Northern Prairie Wildlife Research Center
Northeast Wetland Flora
Field Office Guide to Plant Species
Bidens polylepis Blake
- Family: Composite (Compositae)
- Flowering: August-October
- Field Marks: The distinguishing features of this species are its pinnately compound leaves,
conspicuous ray flowers, 10 or more bracts subtending each flowering head, and its usually
- Habitat: Wet ground, roadside ditches.
- Habit: Annual or biennial herb with fibrous roots.
- Stems: Upright, much branched, usually hairy, up to 3 feet tall.
- Leaves: Opposite, pinnately compound, the leaflets linear to lanceolate, coarsely toothed or shallowly lobed, smooth, up to 3 inches long.
- Flowers: Many crowded in heads, with numerous heads on slender, rough stalks up to 4 inches long, each head with about 8 bright yellow rays up to 1 inch long and numerous tubular disk flowers, each head subtended by 10 or more leafy bracts.
- Sepals: 0.
- Petals: Some united to form flat rays, others united to form tubular disk flowers.
- Stamens: 5.
- Pistils: Ovary inferior, sparsely hairy.

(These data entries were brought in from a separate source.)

"""``perfchain deltav``: stage and vehicle delta-v from the command line.

Parse -> call :mod:`perfchain.vehicle.rocket` -> print. No physics here.
"""

from __future__ import annotations

import json

import click

from perfchain.constants import G0
from perfchain.errors import InputError, suggest
from perfchain.units import to_si
from perfchain.vehicle.rocket import Stage, Vehicle, make_stage, max_payload, propellant_for_delta_v

__all__ = ["parse_stage", "deltav_report", "deltav"]

#: stage key -> (unit kind for perfchain.units.to_si, or None for a plain fraction)
STAGE_KEYS = {
    "isp": "time", "exhaust_velocity": "speed", "dry": "mass", "propellant": "mass",
    "mass": "mass", "propellant_fraction": None, "structural_ratio": None, "thrust": "force",
    "name": "text",
}
_MASS_SETS = ({"dry", "propellant"}, {"mass", "propellant_fraction"},
              {"propellant", "structural_ratio"})
_MASS_KEYS = set().union(*_MASS_SETS)
_ALLOWED_MASSES = "dry + propellant, or mass + propellant_fraction, or propellant + structural_ratio"


def _fraction(text: str, field: str) -> float:
    raw = text.strip()
    scale = 1.0
    if raw.endswith("%"):
        raw, scale = raw[:-1].strip(), 0.01
    try:
        value = float(raw) * scale
    except ValueError:
        raise InputError(field, text, "a fraction between 0 and 1 (exclusive), e.g. '0.85' or '85 %'") from None
    if not 0.0 < value < 1.0:
        raise InputError(field, text, "a fraction between 0 and 1 (exclusive), e.g. '0.85' or '85 %'")
    return value


def parse_stage(text: str, index: int = 1) -> Stage:
    """Turn one ``--stage`` text into a :class:`~perfchain.vehicle.rocket.Stage` (SI inside).

    Comma-separated ``key=value`` pairs. Keys: ``isp`` [time] or
    ``exhaust_velocity`` [speed]; masses as ``dry`` + ``propellant``, or ``mass`` +
    ``propellant_fraction``, or ``propellant`` + ``structural_ratio``; optional
    ``thrust`` [force] and ``name``. Masses, speeds, Isp and thrust need units.

    Examples
    --------
    Curtis, Orbital Mechanics for Engineering Students (from memory): Isp 350 s,
    structural ratio 0.15, 161.5 t of propellant -> 28.5 t dry:

    >>> s = parse_stage("isp=350 s, propellant=161.5 t, structural_ratio=0.15")
    >>> round(s.dry_mass, 6), round(s.exhaust_velocity, 4)
    (28500.0, 3432.3275)
    """
    values = _stage_values(text, index)
    return make_stage(isp=values.get("isp"), exhaust_velocity=values.get("exhaust_velocity"),
                      dry_mass=values.get("dry"), propellant_mass=values.get("propellant"),
                      total_mass=values.get("mass"),
                      propellant_fraction=values.get("propellant_fraction"),
                      structural_ratio=values.get("structural_ratio"),
                      thrust=values.get("thrust"), name=values.get("name", f"stage {index}"))


def _stage_values(text: str, index: int) -> dict:
    """The checked ``key -> SI value`` dict of one ``--stage`` text."""
    where = f"--stage {index}"
    values: dict[str, object] = {}
    for piece in text.split(","):
        if not piece.strip():
            continue
        key, sep, raw = piece.partition("=")
        key = key.strip().lower()
        if not sep or not raw.strip():
            raise InputError(where, piece.strip(), "key=value pairs separated by commas, "
                             "e.g. 'isp=350 s, dry=28.5 t, propellant=161.5 t'")
        if key not in STAGE_KEYS:
            hint = suggest(key, STAGE_KEYS)
            raise InputError(where, key, "one of " + ", ".join(STAGE_KEYS) + ("; " + hint if hint else ""))
        if key in values:
            raise InputError(f"{where}: {key}", raw.strip(), "each key once per stage")
        field, kind = f"{where}: {key}", STAGE_KEYS[key]
        if kind == "text":
            values[key] = raw.strip()
        elif kind is None:
            values[key] = _fraction(raw, field)
        else:
            values[key] = to_si(raw.strip(), kind, field, minimum=0.0)
    given = set(values)
    if len(given & {"isp", "exhaust_velocity"}) != 1:
        raise InputError(where, " and ".join(sorted(given & {"isp", "exhaust_velocity"})) or "neither",
                         "exactly one of isp, exhaust_velocity")
    masses = given & _MASS_KEYS
    if masses not in _MASS_SETS:
        raise InputError(where, ", ".join(sorted(masses)) or "no masses", _ALLOWED_MASSES)
    return values


def deltav_report(payload: str, stages: list[str], target: str | None = None) -> dict:
    """The ``deltav`` result as a plain dict in SI units (what ``--json`` prints).

    Keys: ``payload_mass``, ``liftoff_mass`` [kg], ``payload_fraction`` [-],
    ``total_delta_v`` [m/s], ``stages`` (list, first stage first: ``name``,
    ``exhaust_velocity`` [m/s], ``dry_mass``, ``propellant_mass``,
    ``initial_mass``, ``burnout_mass`` [kg], ``mass_ratio`` [-], ``delta_v``
    [m/s], ``burn_time`` [s] on stages with a thrust), and with a target
    ``target``: ``target_delta_v`` [m/s], ``max_payload`` [kg], and for one stage
    given by structural ratio ``propellant_needed``, ``stage_mass_needed``,
    ``liftoff_mass_needed`` [kg] for the given payload.

    Examples
    --------
    Curtis single stage (from memory; 5.657 km/s with g0 rounded to 9.81):

    >>> r = deltav_report("10 t", ["isp=350 s, dry=28.5 t, propellant=161.5 t"])
    >>> round(r["total_delta_v"], 1), r["payload_fraction"]
    (5655.3, 0.05)
    """
    payload_mass = to_si(payload, "mass", "--payload", minimum=0.0, exclusive=False)
    if not stages:
        raise InputError("--stage", "none", "at least one --stage, first stage first")
    stack = [parse_stage(text, i) for i, text in enumerate(stages, start=1)]
    result = Vehicle(stack, payload_mass).performance()
    out = result.to_dict()
    for row, stage in zip(out["stages"], stack):
        row.update(exhaust_velocity=stage.exhaust_velocity, dry_mass=stage.dry_mass,
                   propellant_mass=stage.propellant_mass)
    if target is not None:
        dv = to_si(target, "speed", "--target", minimum=0.0)
        try:
            best = max_payload(stack, dv)
        except InputError as exc:
            raise InputError("--target", target, exc.allowed) from None
        out["target"] = {"target_delta_v": dv, "max_payload": best}
        if len(stack) == 1 and "structural_ratio" in _stage_values(stages[0], 1):
            if payload_mass <= 0:
                raise InputError("--payload", payload, "a mass above 0 kg to size the "
                                 "propellant for --target")
            need = propellant_for_delta_v(dv, stack[0].exhaust_velocity,
                                          stack[0].structural_ratio, payload_mass)
            out["target"].update(propellant_needed=need.propellant_mass,
                                 stage_mass_needed=need.stage_mass,
                                 liftoff_mass_needed=need.liftoff_mass)
    return out


def _table(r: dict) -> str:
    lines = [f"Ideal delta-v (rocket equation, no losses); payload {r['payload_mass']:.1f} kg, "
             f"lift-off {r['liftoff_mass']:.1f} kg, payload fraction {r['payload_fraction']:.4f}", ""]
    head = ("stage", "c [m/s]", "Isp [s]", "m0 [kg]", "mf [kg]", "m0/mf", "dv [m/s]", "burn [s]")
    rows = []
    for s in r["stages"]:
        burn = s.get("burn_time")
        rows.append((s["name"], f"{s['exhaust_velocity']:.1f}", f"{s['exhaust_velocity'] / G0:.1f}",
                     f"{s['initial_mass']:.1f}", f"{s['burnout_mass']:.1f}", f"{s['mass_ratio']:.4f}",
                     f"{s['delta_v']:.1f}", "-" if burn is None else f"{burn:.1f}"))
    widths = [max(len(x[i]) for x in [head, *rows]) for i in range(len(head))]
    for row in [head, *rows]:
        lines.append("  ".join(cell.ljust(w) if i == 0 else cell.rjust(w)
                               for i, (cell, w) in enumerate(zip(row, widths))))
    lines.append(f"total delta-v {r['total_delta_v']:.1f} m/s")
    t = r.get("target")
    if t:
        lines.append(f"for {t['target_delta_v']:.1f} m/s: largest payload {t['max_payload']:.1f} kg")
        if "propellant_needed" in t:
            lines.append(f"  this stage's exhaust velocity and structural ratio with the given payload "
                         f"need {t['propellant_needed']:.1f} kg propellant, stage "
                         f"{t['stage_mass_needed']:.1f} kg, lift-off {t['liftoff_mass_needed']:.1f} kg")
    return "\n".join(lines)


@click.command("deltav")
@click.option("--payload", required=True, help="Payload mass with a unit, e.g. '10 t'.")
@click.option("--stage", "stages", multiple=True, required=True, metavar="SPEC",
              help="One stage, first stage first (repeat the option): key=value pairs, e.g. "
                   "'isp=350 s, dry=28.5 t, propellant=161.5 t'. Keys: isp | exhaust_velocity; "
                   "dry + propellant | mass + propellant_fraction | propellant + structural_ratio; "
                   "optional thrust, name.")
@click.option("--target", default=None, help="Target delta-v with a unit, e.g. '9.3 km/s'.")
@click.option("--json", "as_json", is_flag=True, help="Print one JSON object in SI units.")
def deltav(payload, stages, target, as_json):
    """Ideal stage and vehicle delta-v from masses and exhaust velocities."""
    report = deltav_report(payload, list(stages), target)
    click.echo(json.dumps(report, indent=2) if as_json else _table(report))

- Fruits: Achenes crowded into heads, each achene flat, sparsely hairy on the faces, with stiff hairs on the edges, up to 1/4 inch long, usually with a pair of 2 short awns at the tip, or the awns absent.
- Notes: This family is Asteraceae according to Gleason and Cronquist. This species is expanding its range from the midwest eastward.